7. Future Directions and Open Questions

End-to-End Quantization and Mixed-Precision: Extension of memory/computation-efficient PEFT and split architectures to uniformly quantized backbones (e.g., INT4, SEFP) across all layers and adapters remains an active area (Li et al., 27 Feb 2025, Chen et al., 17 Nov 2025).
Dynamic Adaptation to Environment and Hardware: Real-time rank scheduling, sketch ratio adaptation, and hardware-in-the-loop profiling for optimal split/aggregation strategies across devices with dynamically varying conditions are underdeveloped.

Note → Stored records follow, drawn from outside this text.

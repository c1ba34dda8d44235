// SPDX-License-Identifier: GPL-2.0-or-later
#include "model/galaxy_maps.h"

#include <algorithm>
#include <array>
#include <cmath>

#include "base/interrupt.h"
#include "base/parallel.h"
#include "model/galaxy_pixels.h"

namespace foreglow {
namespace {

constexpr std::int64_t part_pixels = 1 << 15;
// Lines of sight are sorted by their largest rotation measure into those below each of these [rad/m^2].
constexpr std::array depth_levels{30.0, 120.0, 480.0, 1920.0, 7680.0};
constexpr std::size_t nodes_at_once = 256;  // tables of more would not stay in the cache

// Calls work(pixel) for all pixels of a list of `count`, with threads, in parts that can be stopped.
template <class Work>
void for_each_pixel(std::int64_t count, Progress& progress, std::int64_t done, const Work& work) {
    for (std::int64_t first = 0; first < count; first += part_pixels) {
        check_interrupt();
        const std::int64_t end = std::min(first + part_pixels, count);
        parallel_for_blocks(end - first, 64, [&](std::int64_t a, std::int64_t b) {
            for (std::int64_t p = first + a; p < first + b; ++p)
                work(p);
        });
        progress.step(done + end);
    }
}

void store(const GalaxySightline& line, std::size_t place, GalaxyMaps& maps) {
    maps.largest_depth[place] = line.largest_depth;
    for (std::size_t k = 0; k < maps.i.size(); ++k)
        maps.i[k][place] = line.i[k];
    for (std::size_t k = 0; k < maps.q.size(); ++k) {
        maps.q[k][place] = line.q[k];
        maps.u[k][place] = line.u[k];
    }
}

GalaxyMaps make_empty_maps(std::size_t frequencies, std::size_t pixels, bool polarized) {
    GalaxyMaps maps;
    maps.i.assign(frequencies, std::vector<double>(pixels));
    if (polarized) maps.q = maps.u = maps.i;
    maps.largest_depth.resize(pixels);
    return maps;
}

// Some bands that are integrated together: their nodes side by side.
struct Batch {
    std::size_t first_band = 0;
    std::vector<BandSum> bands;
    std::vector<Frequency> nodes;
};

std::vector<Batch> make_batches(std::span<const RefinedBand> bands, double depth) {
    std::vector<Batch> batches;
    for (std::size_t b = 0; b < bands.size(); ++b) {
        BandSum band = bands[b](turn_between_nodes / (2 * depth));
        if (batches.empty() || batches.back().nodes.size() + band.hz.size() > nodes_at_once)
            batches.push_back({b, {}, {}});
        for (const double hz : band.hz)
            batches.back().nodes.push_back(Frequency::from_hz(hz));
        batches.back().bands.push_back(std::move(band));
    }
    return batches;
}

void store_averages(const GalaxySightline& line, const Batch& batch, std::size_t pixel, GalaxyStokes& out) {
    std::size_t node = 0;
    for (std::size_t b = 0; b < batch.bands.size(); ++b) {
        double q = 0;
        double u = 0;
        for (const double weight : batch.bands[b].weights) {
            q += weight * line.q[node];
            u += weight * line.u[node];
            ++node;
        }
        out.q[batch.first_band + b][pixel] = q;
        out.u[batch.first_band + b][pixel] = u;
    }
}

}  // namespace

struct GalaxyMaker::Impl {
    GalaxySpec galaxy;
    std::shared_ptr<const GalaxyTable> table;
    HealpixGrid grid;
    TurbulenceFields fields;

    [[nodiscard]] GalaxyPixels pixels(std::span<const Frequency> frequencies, bool polarized) const {
        return {galaxy, *table, fields, grid, polarized, frequencies};
    }
    // The largest rotation measure on each pixel's lines of sight.
    [[nodiscard]] std::vector<double> largest_depths(const GalaxySampling& sampling) const {
        const std::array one{Frequency::from_hz(408e6)};
        const GalaxyPixels maker = pixels(one, false);
        std::vector<double> depths(static_cast<std::size_t>(grid.npix()));
        Progress quiet;
        for_each_pixel(grid.npix(), quiet, 0, [&](std::int64_t p) {
            depths[static_cast<std::size_t>(p)] = maker.pixel(p, sampling).largest_depth;
        });
        return depths;
    }
};

GalaxyMaker::GalaxyMaker(const GalaxySpec& galaxy, std::shared_ptr<const GalaxyTable> table,
                         const HealpixGrid& grid, bool polarized)
    : impl_(std::make_unique<Impl>(
          Impl{galaxy, std::move(table), grid, make_turbulence_fields(galaxy, grid, polarized)})) {}

GalaxyMaker::~GalaxyMaker() = default;

GalaxyMaps GalaxyMaker::make_maps(std::span<const Frequency> frequencies, bool polarized,
                                  Progress& progress) const {
    const std::int64_t npix = impl_->grid.npix();
    GalaxyMaps maps = make_empty_maps(frequencies.size(), static_cast<std::size_t>(npix), polarized);
    const GalaxyPixels maker = impl_->pixels(frequencies, polarized);
    if (impl_->galaxy.disc) maps.sampling = choose_sampling(impl_->galaxy, maker.integral(), polarized);
    progress.begin("integrating the Galaxy", npix);
    for_each_pixel(npix, progress, 0, [&](std::int64_t p) {
        store(maker.pixel(p, maps.sampling), static_cast<std::size_t>(p), maps);
    });
    progress.end();
    return maps;
}

GalaxyMaps GalaxyMaker::make_pixels(std::span<const std::int64_t> pixels,
                                    std::span<const Frequency> frequencies, bool polarized) const {
    GalaxyMaps maps = make_empty_maps(frequencies.size(), pixels.size(), polarized);
    const GalaxyPixels maker = impl_->pixels(frequencies, polarized);
    parallel_for_blocks(
        static_cast<std::int64_t>(pixels.size()), 4, [&](std::int64_t begin, std::int64_t end) {
            for (auto p = static_cast<std::size_t>(begin); p < static_cast<std::size_t>(end); ++p)
                store(maker.pixel(pixels[p], maps.sampling), p, maps);
        });
    return maps;
}

GalaxyStokes GalaxyMaker::make_band_stokes(std::span<const RefinedBand> bands, Progress& progress) const {
    const auto npix = static_cast<std::size_t>(impl_->grid.npix());
    GalaxyStokes out;
    out.q.assign(bands.size(), std::vector<double>(npix));
    out.u = out.q;
    GalaxySampling sampling;
    if (impl_->galaxy.disc) {
        std::vector<Frequency> middles;
        for (const RefinedBand& band : bands) {
            const BandSum nodes = band(1e30);
            middles.push_back(Frequency::from_hz(nodes.hz[nodes.hz.size() / 2]));
        }
        middles.resize(std::min<std::size_t>(middles.size(), 32));
        const GalaxyIntegral probes(impl_->galaxy, *impl_->table, middles);
        sampling = choose_sampling(impl_->galaxy, probes, true);
    }
    progress.begin("integrating the Galaxy's polarization band by band", impl_->grid.npix());
    const std::vector<double> depths = impl_->largest_depths(sampling);
    std::int64_t done = 0;
    for (std::size_t level = 0; level < depth_levels.size(); ++level) {
        const bool is_last = level + 1 == depth_levels.size();
        std::vector<std::int64_t> pixels;
        for (std::size_t p = 0; p < npix; ++p)
            if ((is_last || depths[p] <= depth_levels[level]) &&
                (level == 0 || depths[p] > depth_levels[level - 1]))
                pixels.push_back(static_cast<std::int64_t>(p));
        if (pixels.empty()) continue;
        bool is_coarse = false;
        for (const Batch& batch : make_batches(bands, depth_levels[level])) {
            const GalaxyPixels maker = impl_->pixels(batch.nodes, true);
            for_each_pixel(static_cast<std::int64_t>(pixels.size()), progress, done, [&](std::int64_t p) {
                const std::int64_t pixel = pixels[static_cast<std::size_t>(p)];
                store_averages(maker.pixel(pixel, sampling), batch, static_cast<std::size_t>(pixel), out);
            });
            for (const BandSum& band : batch.bands)
                is_coarse = is_coarse || band.hz.size() >= most_band_nodes;
        }
        done += static_cast<std::int64_t>(pixels.size());
        if (is_coarse) out.coarse_pixels += static_cast<std::int64_t>(pixels.size());
    }
    progress.end();
    return out;
}

}  // namespace foreglow
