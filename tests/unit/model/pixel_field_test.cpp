// SPDX-License-Identifier: GPL-2.0-or-later
#include "model/pixel_field.h"

#include <gtest/gtest.h>

#include <cmath>

#include "base/error.h"
#include "sphere/gaussian_field.h"
#include "sphere/regrid.h"
#include "support/sky_builder.h"

namespace foreglow {
namespace {

using testing::make_map;
using testing::same_bits;
using testing::whole_sky;

std::vector<double> evaluate(const PixelField& field, const HealpixGrid& grid, const RingStrip& strip) {
    std::vector<double> out(static_cast<std::size_t>(pixel_count(grid, strip)));
    field.evaluate(grid, strip, out);
    return out;
}

std::vector<double> evaluate_all(const PixelField& field, const HealpixGrid& grid) {
    return evaluate(field, grid, whole_sky(grid));
}

// The whole map put together from strips of about that many pixels.
std::vector<double> evaluate_by_strips(const PixelField& field, const HealpixGrid& grid,
                                       std::int64_t pixels) {
    std::vector<double> map(static_cast<std::size_t>(grid.npix()), -1e300);
    for (const RingStrip& strip : cut_into_strips(grid, pixels)) {
        const auto values = evaluate(field, grid, strip);
        for (const PixelRange& range : pixel_ranges(grid, strip))
            std::copy_n(values.begin() + range.offset, range.count, map.begin() + range.first_pixel);
    }
    return map;
}

double linear(const Vector3& n) {
    return 2 + n[0] - 0.5 * n[2];
}

TEST(PixelField, AUniformValueIsEverywhere) {
    const PixelField field = PixelField::uniform(-2.9);
    EXPECT_TRUE(field.is_uniform());
    EXPECT_EQ(field.range()->low, -2.9);
    EXPECT_EQ(field.range()->high, -2.9);
    EXPECT_EQ(evaluate_all(field, HealpixGrid(2)), std::vector<double>(48, -2.9));
}

TEST(PixelField, AMapOnTheGridIsUsedPixelForPixel) {
    const HealpixGrid grid(8);
    auto map = make_map(grid, linear);
    map->values[100] = undefined_pixel;
    for (const PixelField& field :
         {PixelField::of_map(map), PixelField::interpolated(map, grid, Frame::Galactic)}) {
        EXPECT_FALSE(field.is_uniform());
        EXPECT_TRUE(same_bits(evaluate_all(field, grid), map->values));
    }
    EXPECT_THROW((void)evaluate_all(PixelField::of_map(map), HealpixGrid(4)), ContractError);
}

TEST(PixelField, StripsOfAnySizeGiveTheSameSky) {
    const HealpixGrid grid(16);
    auto coarse = make_map(HealpixGrid(8), linear, Frame::Icrs);
    coarse->values[17] = undefined_pixel;
    auto filled = make_map(HealpixGrid(8), [](const Vector3& n) { return n[2] > 0.8 ? 1.0 : 0.0; });
    const Alm alm = make_gaussian_alm(std::vector<double>(33, 1.0), 32, {1, 0, 0});
    for (const std::int64_t pixels : {1, 100, 1000, 100000}) {
        for (const PixelField& field : {PixelField::uniform(3), PixelField::of_map(make_map(grid, linear)),
                                        PixelField::interpolated(coarse, grid, Frame::Galactic)})
            EXPECT_TRUE(same_bits(evaluate_by_strips(field, grid, pixels), evaluate_all(field, grid)));
        const PixelField harmonic = PixelField::harmonic(alm, Frame::Galactic, filled);
        const auto whole = evaluate_all(harmonic, grid), parts = evaluate_by_strips(harmonic, grid, pixels);
        EXPECT_EQ(testing::undefined_count(parts), testing::undefined_count(whole));
        EXPECT_LT(testing::relative_rms(parts, whole),
                  1e-13);  // rounding: strips cut underflowing terms elsewhere
    }
}

TEST(PixelField, InterpolationFollowsASmoothMapIntoAnotherFrame) {
    const HealpixGrid grid(16);
    const auto map = make_map(HealpixGrid(64), linear, Frame::Icrs);
    const auto values = evaluate_all(PixelField::interpolated(map, grid, Frame::Galactic), grid);
    const Matrix3 back = rotation_between(Frame::Galactic, Frame::Icrs);
    // Linear in the vector; worst between the four pixels around a pole, 0.0128 rad from it: 0.0128 (1 - cos
    // 45 deg) is lost.
    for (std::int64_t p = 0; p < grid.npix(); ++p)
        EXPECT_NEAR(values[static_cast<std::size_t>(p)], linear(rotate(back, grid.direction(p))), 3.8e-3);
}

TEST(PixelField, InterpolationLeavesUndefinedNeighboursOut) {
    const HealpixGrid grid(8);
    auto map = make_map(HealpixGrid(4), [](const Vector3& n) { return n[2] > 0 ? undefined_pixel : 5.0; });
    const auto values = evaluate_all(PixelField::interpolated(map, grid, Frame::Galactic), grid);
    for (std::int64_t p = 0; p < grid.npix(); ++p) {
        const double z = grid.direction(p)[2];
        const double value = values[static_cast<std::size_t>(p)];
        if (z > 0.2) {
            EXPECT_FALSE(is_defined(value));  // beyond one ring of nside 4 (dz = 1/6) from the edge
        } else if (z <= 0 || is_defined(value)) {
            EXPECT_NEAR(value, 5.0, 1e-14);  // weights are renormalised
        }
    }
}

TEST(PixelField, AHarmonicFieldIsTheMapOfItsCoefficients) {
    const HealpixGrid grid(8);
    const Alm alm = make_gaussian_alm(std::vector<double>(17, 1.0), 16, {2, 0, 0});
    const PixelField field = PixelField::harmonic(alm, Frame::Galactic);
    EXPECT_FALSE(field.range().has_value());
    EXPECT_LT(testing::relative_rms(evaluate_all(field, grid), synthesize(alm, grid)), 1e-14);
}

TEST(PixelField, AHarmonicFieldIsUndefinedWhereMoreThanAHundredthWasFilled) {
    const HealpixGrid grid(16);
    const auto filled = make_map(
        HealpixGrid(8), [](const Vector3& n) { return n[0] > 0.5 ? 1.0 : 0.0; }, Frame::Icrs);
    const auto values = evaluate_all(PixelField::harmonic(Alm(4), Frame::Galactic, filled), grid);
    const auto share = interpolate(*filled, grid, Frame::Galactic).values;
    std::int64_t expected = 0;
    for (std::size_t p = 0; p < values.size(); ++p) {
        EXPECT_EQ(is_defined(values[p]), share[p] <= 0.01);
        expected += share[p] > 0.01 ? 1 : 0;
    }
    EXPECT_GT(expected, 700);  // a cap of cos = 0.5 is a quarter of 3072 pixels
}

TEST(PixelField, RangeIsThatOfTheDefinedValues) {
    auto map = make_map(HealpixGrid(1), [](const Vector3&) { return undefined_pixel; });
    EXPECT_FALSE(PixelField::of_map(map).range().has_value());
    map->values[3] = -2.5;
    map->values[7] = -3.1;
    for (const PixelField& field :
         {PixelField::of_map(map), PixelField::interpolated(map, HealpixGrid(2), Frame::Galactic)}) {
        EXPECT_EQ(field.range()->low, -3.1);
        EXPECT_EQ(field.range()->high, -2.5);
    }
}

TEST(UndefineFilled, LooksAtTheShareAtEachPixel) {
    const HealpixGrid grid(2);
    const SkyMap filled{grid, Frame::Galactic, "", {}};
    SkyMap map = filled;
    map.values.assign(48, 0.0);
    map.values[5] = 1.0;
    map.values[6] = 0.01;  // not more than the largest share
    map.values[7] = 0.011;
    std::vector<double> values(48, 1.0);
    undefine_filled(map, grid, Frame::Galactic, whole_sky(grid), values);
    EXPECT_EQ(testing::undefined_count(values), 2);
    EXPECT_FALSE(is_defined(values[5]) || is_defined(values[7]));
}

}  // namespace
}  // namespace foreglow
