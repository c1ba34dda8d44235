// SPDX-License-Identifier: GPL-2.0-or-later
#include "model/bundled_models.h"

namespace foreglow {

const BundledModel* find_bundled_model(std::string_view name) {
    for (const BundledModel& model : list_bundled_models())
        if (model.name == name) return &model;
    return nullptr;
}

std::vector<std::string> list_bundled_names() {
    std::vector<std::string> names;
    for (const BundledModel& model : list_bundled_models())
        names.emplace_back(model.name);
    return names;
}

}  // namespace foreglow
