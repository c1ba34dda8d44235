// SPDX-License-Identifier: GPL-2.0-or-later
#pragma once

#include <cstdint>
#include <limits>
#include <span>

namespace foreglow {

/// Counts and moments of a map's defined pixels; merging in a fixed order gives the same numbers for any
/// number of threads.
struct MapStatistics {
    std::int64_t defined = 0, undefined = 0, negative = 0;
    double sum = 0, sum_of_squares = 0;
    double lowest = std::numeric_limits<double>::infinity();
    double highest = -std::numeric_limits<double>::infinity();

    void add(std::span<const double> values);
    void merge(const MapStatistics& other);
    [[nodiscard]] double mean() const { return defined > 0 ? sum / static_cast<double>(defined) : 0.0; }
    [[nodiscard]] double rms() const;  ///< about zero
};

}  // namespace foreglow
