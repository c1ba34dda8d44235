// SPDX-License-Identifier: GPL-2.0-or-later
#pragma once

#include <cstdint>
#include <optional>
#include <span>
#include <vector>

#include "model/galaxy_integral.h"
#include "model/galaxy_spec.h"
#include "sphere/alm.h"
#include "sphere/grid.h"

namespace foreglow {

/// The Gaussian fields that turbulence draws on the sky, each of unit variance; [npix] each or empty.
///
/// C_l proportional to (l^2 + 18^2)^(-11/6), l >= 2, of brightness and polarization (E twice B), and to (l^2
/// + 18^2)^-1.3 of the index; normalised by the sum to infinity, drawn by (seed, field, l, m), so that every
/// nside shows the same sky, up to l = 2 nside.
struct TurbulenceFields {
    std::vector<double> brightness, q, u, index;
};
/// The a_lm of these fields, for a few pixels of a grid.
class TurbulenceWaves {
  public:
    TurbulenceWaves(const GalaxySpec& galaxy, const HealpixGrid& grid, bool polarized);

    /// Returns the fields on the whole grid, [npix].
    [[nodiscard]] TurbulenceFields everywhere() const;
    /// Returns the fields at RING pixels, [pixels]: only the rings that hold them are made.
    [[nodiscard]] TurbulenceFields at(std::span<const std::int64_t> pixels) const;

  private:
    HealpixGrid grid_;
    std::optional<Alm> brightness_, index_;
    std::optional<AlmEB> stokes_;
};
[[nodiscard]] TurbulenceFields make_turbulence_fields(const GalaxySpec& galaxy, const HealpixGrid& grid,
                                                      bool polarized);

/// What turbulence does to one pixel: a closure of ours, from how many turbulent cells a line of sight has.
struct TurbulencePixel {
    double factor = 1;    ///< on I, Q and U: exp(sigma g - sigma^2/2)
    double q = 0, u = 0;  ///< added to Q and U, times I and exp(-dispersion lambda^4/2)
};
/// sigma = min(0.6, 0.8 sqrt(2 L/L_eff)); Q, U += 0.45 f sqrt(2 L/L_eff) (q, u), f the random share.
/// @param g, q, u  the fields in this pixel
[[nodiscard]] TurbulencePixel turbulence_of(const GalaxySpec& galaxy, const GalaxySightline& line, double g,
                                            double q, double u);

}  // namespace foreglow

Full Integer and Nonlinear Kernel Support: Even with integer-only propagation and update (GSQ-Tuning), LayerNorm/Softmax remain limited to BF16/floating point; integrated non-linear integer kernels are a major challenge (Zhou et al., 18 Feb 2025).
Convergence and Generalization Theory: Block coordinate and selective adaptation methods (LCSB, HetLoRA, FSLoRA) are underpinned by nonconvex optimization theory but lack tight, task- and heterogeneity-aware generalization characterizations.

The field of on-device fine-tuning continues to advance toward practical, privacy-enhanced, and resource-adaptive adaptation pipelines for LLMs and DNNs. Progress is marked by the interplay of algorithmic reduction in trainable/communicated state, system and hardware co-design, parallelization of non-traditional optimization methods, and the safeguarding of user privacy and device autonomy (Li et al., 27 Feb 2025, Xu et al., 11 Sep 2025, Zhu et al., 2023, Yang et al., 1 Jul 2025).